Everyone who can come, does. My sister and brother, now in Colorado, manage to make it about every other year. My generation’s children became instantly hooked on it, and now their children are the ones running through the sprinklers. This year we had three newborn babies, the oldest one not quite four months old. Every year there are those who cannot come, and there are some who have never been able to make it. But everyone is always welcome.

So we have a set weekend, decided upon by majority vote, that is inviolate; we have a food routine, always subject to change as circumstances change; and we have a location that works well for us. But it takes more than that to make a family reunion a success. Here are some (heretofore) unspoken rules that our family follows from year to year that take our reunion from obligation to a highlight of the calendar year.
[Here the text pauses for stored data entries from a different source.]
@click.command()
@click.argument("stack", required=False)
@click.option("--goal", "goal_texts", multiple=True, metavar="GOAL",
              help="A goal, e.g. 'mean R 420..680nm <= 0.5%' (repeatable; the forms are listed above).")
@click.option("--goals", "goals_file", type=click.Path(dir_okay=False), metavar="FILE",
              help="A text file of goals, one a line; '#' starts a comment.")
@click.option("--materials", metavar="LIST",
              help="Materials new layers may be made of, comma-separated (TiO2,SiO2). With --on the design "
                   "starts from nothing; with a STACK, the needle method may add layers of them to it.")
@click.option("--on", "on", metavar="STACK",
              help="What a design from nothing is coated onto: a substrate ('glass 2mm', 'Si') or fixed "
                   "layers on one ('Cr 5nm / glass 2mm').")
@click.option("--max-layers", type=click.IntRange(1, 200), metavar="N",
              help="Most layers in the design (default 10, or the STACK's own count).")
@click.option("--min-layer", type=LengthNmType(), default="10nm", show_default=True, metavar="LENGTH",
              help="Thinnest layer the design keeps among those it makes; thinner ones are removed and their "
                   "neighbours merged. 10 nm is about the thinnest dielectric layer a small coater deposits "
                   "reproducibly; a STACK's own '?' layers keep their ranges (0–100 nm for a metal).")
@click.option("--max-total", type=LengthNmType(), metavar="LENGTH",
              help="Largest total thickness of the thin layers (e.g. 1.5um).")
@click.option("--seed", type=click.IntRange(0, 2**32 - 1), default=0, show_default=True,
              help="Seed of the random search and of the simulated runs: the same seed gives the same result.")
@click.option("--tries", type=click.IntRange(0, 1_000_000), default=2000, show_default=True,
              help="Random designs scored in the global search.")
@click.option("--starts", type=click.IntRange(1, 100), default=8, show_default=True,
              help="How many of the best distinct random designs are refined.")
@click.option("--step", type=LengthNmType(), default="5nm", show_default=True, metavar="LENGTH",
              help="Wavelength step at which bands are sampled.")
@click.option("--reference", type=LengthNmType(), metavar="WL",
              help="Wavelength for the quarter-wave counts of the layer table (default: the middle of the "
                   "goals' wavelengths).")
@click.option("--illuminant", default="D65", show_default=True, metavar="NAME",
              help="Illuminant of luminous and colour goals that do not say 'under NAME'.")
@click.option("--check-only", is_flag=True,
              help="Do not design: report how STACK (no unknowns) meets the goals, and with --tolerance its yield.")
@click.option("--tolerance", "tolerance_text", metavar="ERROR",
              help="Simulate runs with each layer off by this error: '2%' of its thickness or '1nm' "
                   "(a standard deviation; with --uniform the half-width), and report the yield.")
@click.option("--systematic", metavar="ERROR",
              help="An error shared by every layer of one material in a run (a rate calibration error), "
                   "e.g. 1%; added to --tolerance.")
@click.option("--samples", type=click.IntRange(1, 200_000), default=1000, show_default=True,
              help="Simulated runs for the yield.")
@click.option("--uniform", is_flag=True,
              help="Spread errors evenly over ± the tolerance instead of normally.")
@click.option("--plot", "plot_path", metavar="FILE",
              help="Write the spectra against the goals (with --tolerance, the 5–95 % band of the runs) "
                   "and the layer profile (.png, .svg or .pdf).")
@ambient_option
@extrapolate_option
@json_option
def design(stack, goal_texts, goals_file, materials, on, max_layers, min_layer, max_total, seed, tries,
           starts, step, reference, illuminant, check_only, tolerance_text, systematic, samples, uniform,
           plot_path, ambient, extrapolate, as_json):
    """Find layers that meet a set of goals, and how many parts of a run will still meet them.

    Start from a STACK whose thicknesses to find are written '?' or LOW..HIGH (the other layers
    stay as written), or from nothing: --materials TiO2,SiO2 --on "glass 2mm". Goals come from
    --goal (repeatable) and --goals FILE:

    \b
      R 420..680nm <= 0.5%              R at every sampled wavelength of the band
      mean R 420..680nm <= 0.5%         the band's mean
      T 550nm = 50%                     met within 1 point; 'within 2%' to widen
      R 1064nm >= 99%                   also T and A (absorptance)
      luminous-T = 30%                  luminous values (ISO 9050, D65)
      luminous-R reverse <= 8%          'reverse': seen from the substrate side
      reflected Lab = 55,0,-25 within 2 a colour within a ΔE00 distance
      transmitted hex = #8a9a7b within 3
      mean R 420..680nm @0..40deg <= 1%  an angle range (sampled every 5° or finer)
      R 1064nm @45deg s >= 99%          a polarisation: s, p (default unpolarized)
      reflected Lab = 60,0,0 @0..30deg  colours and luminous values at angles too
      … weight 3                        counts three times in the merit
      … under A                         illuminant of a luminous or colour goal

    \b
    The design runs in stages:
      1. a global search: --tries random designs (from nothing: alternating layers of each
         pair of materials), scored in batches;
      2. a local refinement of the best --starts of them together (bounded least squares,
         Levenberg–Marquardt, one batched evaluation per step);
      3. with --materials, the needle method (Tikhonravov, Trubetskov and DeBell, 1996):
         new layers where they lower the merit fastest (where none helps, a quarter-wave
         layer on either face), while it helps and --max-layers allows;
      4. layers the design made that end thinner than --min-layer are removed, neighbours
         of one material merged, and the rest refined again (a STACK's own layers keep
         their ranges); --max-total bounds the total thickness throughout.

    The merit is the weighted RMS shortfall from the goals, in percentage points (ΔE00 for
    colours): 0 when every bound is met. The design is printed as a stack that every other
    command reads, with a table of layers (thickness and quarter waves at a reference
    wavelength) and each goal's achieved value. The same --seed gives the same design;
    Ctrl-C stops the search and prints the best design found so far.

    With --tolerance the design (or, with --check-only, the STACK as given) is made --samples
    times in simulation with random thickness errors (plus --systematic per material): the
    yield is the share of runs meeting every goal, each goal's spread is shown as percentiles,
    and each layer's sensitivity (how far the goals move for its error alone) names the critical
    layer.

    Examples:

    \b
        filmoptic design --materials TiO2,SiO2 --on glass --goal "mean R 420..680nm <= 0.5%"
        filmoptic design "SiO2 20..200nm / Cr ? / glass 4mm" --goal "luminous-T = 30%" \\
            --goal "reflected Lab = 62,0,0 within 3" --tolerance 3% --plot mirror.png
        filmoptic design "TiO2 60nm / Ti" --check-only --goal "reflected hex = #5c98c5 within 3" \\
            --tolerance 2nm --json

    A computed design is a model: confirm it with a test run and a measurement before you rely on
    it, and never trust a computed filter for sun, welding or laser viewing.
    """
    from filmoptic.design import check_design, design_coating, parse_goals, read_goals_file, split_materials
    from filmoptic.design.tolerance import parse_error, tolerance_analysis
    from filmoptic.errors import FilmopticError

    with user_errors():
        if plot_path:
            check_plot_path(plot_path)
        goals = list(parse_goals(goal_texts, illuminant)) if goal_texts else []
        if goals_file:
            goals.extend(read_goals_file(goals_file, illuminant))
        if not goals:
            raise FilmopticError("give at least one goal: --goal 'mean R 420..680nm <= 0.5%' or --goals FILE")
        goals = tuple(goals)
        random_error = parse_error(tolerance_text, "--tolerance") if tolerance_text is not None else None
        systematic_error = parse_error(systematic, "--systematic") if systematic is not None else None
        if systematic_error is not None and random_error is None:
            raise FilmopticError("--systematic is added to a --tolerance per layer; give --tolerance too "
                                 "(--tolerance 0% for the systematic part alone)")
        material_list = split_materials(materials) if materials else []
        if check_only:
            if stack is None:
                raise FilmopticError("--check-only needs the STACK to check")
            clashing = [name for name, given in (("--materials", materials), ("--on", on),
                                                 ("--max-layers", max_layers), ("--max-total", max_total))
                        if given]
            if clashing:
                raise FilmopticError(f"{', '.join(clashing)} belong(s) to a design; --check-only leaves the stack as it is")
            result = check_design(stack, goals, ambient=ambient, step_nm=step, reference_nm=reference,
                                  extrapolate=extrapolate)
        else:
            if stack is None and on is None:
                raise FilmopticError("say what to design: a STACK with '?' thicknesses, or --materials LIST "
                                     "--on SUBSTRATE to design from nothing")
            if stack is None and not material_list:
                raise FilmopticError("--on starts a design from nothing: add --materials, e.g. --materials TiO2,SiO2")
            with late_progress("Designing") as report:
                result = design_coating(goals, stack, materials=material_list, on=on, ambient=ambient,
                                        max_layers=max_layers, min_layer_nm=min_layer, max_total_nm=max_total,
                                        seed=seed, tries=tries, starts=starts, step_nm=step,
                                        reference_nm=reference, extrapolate=extrapolate, progress=report)
        tolerance = None
        if random_error is not None:
            with late_progress("Simulating runs") as report:
                tolerance = tolerance_analysis(result.stack, goals, random=random_error, systematic=systematic_error,
                                               samples=samples, uniform=uniform, seed=seed, ambient=ambient,
                                               step_nm=step, extrapolate=extrapolate, progress=report)
        if plot_path:
            from filmoptic.plots.design import plot_design

            save_plot(plot_design(result, goals, tolerance=tolerance, ambient=ambient, step_nm=step,
                                  extrapolate=extrapolate), plot_path)
    if result.interrupted:
        click.echo("filmoptic: warning: interrupted; showing the best design found so far", err=True)
    if _needs_eye_caution(goals, result):
        echo_caution(EYE_CAUTION)
    if as_json:
        emit_json(_json_payload(result, tolerance))
        return
    _print_design(result, check_only)
    if tolerance is not None:
        _print_tolerance(tolerance)
    if plot_path:
        click.echo(f"\nPlot written to {plot_path}")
  1. No one postures. No one brags about money or material gain or success in this or that field. As Lisa’s husband Arthur once said, marveling, “Y’all don’t try to outdo or out-talk or out-anything. Nobody puts on airs. Y’all all just like being together.
  2. No one gets into politics. Our family members’ views rank from pretty far right to pretty far left, but we leave that at the door. We may not have a lot in common in some ways, but we have a shared history, shared grandparents, shared blood, shared memories, shared values, a shared love of music, and a shared need for the enrichment that extended family brings. We love each other. We are committed to staying in touch with each other. We don’t care about our differences. We knew each other as toddlers, long before we developed those differing views. As a result, we know, love and accept each other for who and what we are. All are welcome. Anything that might cause unnecessary dissent or hurt feelings is just not on for us.
  3. Likewise, any hard feelings between individuals are either non-existent (usually, in fact, which is amazing) or, like politics, are left at the door. Everyone wants to be considerate of everyone else. No one wants to embarrass everyone present with an unseemly public display of emotion or conflict. Except love. Everyone pretty much wants to demonstrate love.
  4. No one forces anything on everyone else. No one is forced to endure long stretches of anything they don’t enjoy. No one is forced to play contact sports, no one makes everyone else a captive audience to their karaoke skills. Everything is optional. We do have a prayer over the food (of which there is a staggering quantity and variety). We do sometimes have a “hymn sing” at the old piano, which once graced my grandmother’s living room, for a few songs, anyway. But no one takes over.
  5. Profanity is left at the door and blue humor is shared discreetly one-on-one or not at all. Children are present, and while we’re not angels, there is an unspoken rule that we keep the main gathering family-friendly.
  6. By the same token, alcohol does not play a role at the three main gatherings on Friday night, Saturday during the day or Sunday morning. What people do when they return to their homes or hotel rooms is up to them.
  7. We don’t have a program. We don’t have an agenda. We don’t have a dress code (other than, hey, it’s Mississippi in June, so be cool). We don’t have a schedule. We have no pride, no ego. Our relationship with each other means more than self-promotion. Our sole purpose for the entire weekend is to just be together.
  8. Underlying all the above rules is this: we respect one another.

The bonds between cousins get stronger every year, helped along by social networking and texting. The value of extended family as friends, apparently a rarity in the world at large, is the norm for our family. We consider it a great gift, and we cultivate it and do not take it for granted. We are committed to it. Like the song says, love isn’t just something that we have, it’s something that we do.